The existing heavy pipeline network between Russia and Europe, for what it was worth, was not built by Russia know how, it was largely built by Western engineers. All of these major Euro/Russia pipelines were setup with joint ventures between European fossil fuel firms and various Russian quasi-state entities, with the vast majority of the technology, engineering etc being done by Westerners.

Russia launches people into space and builds nuclear bombs, so obviously it does have the ability to build gas pipelines. But there is more to it than just "can they theoretically do this", it's still a matter of how many experienced, trained engineers and technical staff do they have, how fast can they make more of them, all the various complex equipment that goes into a modern pipeline--how much of that can be acquired as easily in Russia in face of sanctions etc etc.

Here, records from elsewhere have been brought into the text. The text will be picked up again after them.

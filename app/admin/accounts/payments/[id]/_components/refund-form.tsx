"use client";

import { useRouter } from "next/navigation";
import { useEffect, useRef, useState, useTransition } from "react";
import { refundPayment } from "@/app/admin/accounts/actions";
import { Button } from "@/components/ui/button";
import { Field, FormMessage, Input, Textarea } from "@/components/ui/input";
import { PAYMENT_STATE_LABEL } from "@/lib/labels";
import { formatCents } from "@/lib/money";
import { parseMoneyToCents } from "@/lib/quoting/lines";

/**
 * Full or partial refund. "Refund…" first shows what will happen (amount, where it goes, the
 * client's e-mail); only "Yes, refund" sends it, with the amount again as the server's
 * confirmation. The key is made once per form, so a double submit is refused.
 */
export function RefundForm({ paymentId, refundableCents, currency }: { paymentId: string; refundableCents: number; currency: string }) {
  const router = useRouter();
  const [key, setKey] = useState(() => crypto.randomUUID());
  const [amount, setAmount] = useState((refundableCents / 100).toFixed(2));
  const [reason, setReason] = useState("");
  const [confirming, setConfirming] = useState(false);
  const [msg, setMsg] = useState<{ tone: "ok" | "error"; text: string } | null>(null);
  const [errors, setErrors] = useState<Record<string, string[]>>({});
  const [pending, start] = useTransition();
  const heading = useRef<HTMLHeadingElement>(null);
  useEffect(() => {
    if (confirming) heading.current?.focus();
  }, [confirming]);
  const cents = parseMoneyToCents(amount);
  const tooMuch = cents !== null && cents > refundableCents;
  const send = () =>
    start(async () => {
      const r = await refundPayment({ paymentId, amountCents: cents ?? NaN, reason, idempotencyKey: key, confirmAmountCents: cents ?? NaN });
      setConfirming(false);
      if (!r.ok) {
        setErrors(r.fieldErrors ?? {});
        return setMsg({ tone: "error", text: r.message });
      }
      setErrors({});
      setMsg({ tone: "ok", text: `Refund of ${formatCents(cents ?? 0, currency)} sent; the payment is now “${PAYMENT_STATE_LABEL[r.data.status]}”. The client has been e-mailed.` });
      setKey(crypto.randomUUID());
      setReason("");
      router.refresh();
    });
  return (
    <form
      className="space-y-3"
      onSubmit={(e) => {
        e.preventDefault();
        if (reason.trim().length < 3) return setErrors({ reason: ["Say why the money goes back."] });
        setErrors({});
        setMsg(null);
        setConfirming(true);
      }}
    >
      <p className="text-sm text-ink-600">Up to {formatCents(refundableCents, currency)} can be refunded.</p>
      <Field label="Amount ($)" htmlFor="refund-amount" error={errors.amountCents?.[0] ?? (cents === null ? "Enter an amount like 1250.00." : tooMuch ? `At most ${formatCents(refundableCents, currency)}.` : undefined)}>
        <Input id="refund-amount" inputMode="decimal" value={amount} disabled={confirming} onChange={(e) => setAmount(e.target.value)} />
      </Field>
      <Field label="Reason" htmlFor="refund-reason" error={errors.reason?.[0]}>
        <Textarea id="refund-reason" className="min-h-16" value={reason} disabled={confirming} onChange={(e) => setReason(e.target.value)} />
      </Field>
      {confirming && cents !== null ? (
        <div role="alertdialog" aria-labelledby="refund-confirm-title" className="rounded border-l-4 border-red-300 bg-red-50 px-4 py-3 text-sm text-red-900">
          <h3 id="refund-confirm-title" ref={heading} tabIndex={-1} className="font-semibold outline-none">
            Refund {formatCents(cents, currency)}?
          </h3>
          <ul className="mt-2 list-disc space-y-1 pl-5">
            <li>The money goes back to the card the client paid with; this can not be undone here.</li>
            <li>{cents === refundableCents ? "This refunds all that is left of the payment." : `${formatCents(refundableCents - cents, currency)} stays on the payment.`}</li>
            <li>The client and their billing contact are e-mailed the amount and your reason.</li>
          </ul>
          <div className="mt-3 flex flex-wrap gap-2">
            <Button type="button" variant="danger" disabled={pending} onClick={send}>
              {pending ? "Refunding…" : `Yes, refund ${formatCents(cents, currency)}`}
            </Button>
            <Button type="button" variant="secondary" disabled={pending} onClick={() => setConfirming(false)}>
              Go back
            </Button>
          </div>
        </div>
      ) : (
        <>
          <FormMessage tone={msg?.tone}>{msg?.text}</FormMessage>
          <Button type="submit" variant="danger" disabled={pending || cents === null || tooMuch || refundableCents <= 0}>
            Refund…
          </Button>
        </>
      )}
    </form>
  );
}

On a longer time span things look even bleaker. China views energy strategically, unlike the United States which has a large political faction desperate to prop up fossil fuels forever, China is not a country that is particularly fossil fuel rich given its vast needs for energy. This is a major strategic weakness for China, and China wants to solve it. There has been massive investment by the Chinese into diversifying away from fossil fuels--in fact I think by some measures China has been building out more renewable technology in raw numbers, than any other country on earth. I think China's renewable energy generation has multiplied something like 90 fold in the last 10 years, and their current 5 year plan calls for even more aggressive build out.

This isn't really that complicated--most petro economies have at least some recognition this is not a permanent situation, the time to make hay on petro resources is now, and it is not expected to last forever. There is a reason all of the Arabian petrostates are desperately (and with fits and starts, often unsuccessfully) trying to prop up domestic industries that aren't related to extraction of fossil fuels. Russia is terribly positioned for this changing economy.

In Putin's lifetime, it's not a problem. He will be long dead before the petrostate model becomes non-viable, but the dream of rebuilding the Russian Empire is multi-generational, and being able to continue that post-Putin, and not only that--just avoid losing even more ground as it gets harder to control various entities like Kazakhstan / Belarus etc on a longer time scale, Russia can't afford to be economically backwards, and Putin has more or less guaranteed they will be for a generation and only a strong leader willing to find a new direction could fix it.

Admiral Yi

Quote from: Sheilbh on September 02, 2022, 03:02:48 PMIt doesn't matter too much? Who are they competing against - Iran, Saudi, Venezuela, the Gulf monarchies?

I can't think of a time since the 73 embargo that SA and the Gulf have been unreliable suppliers.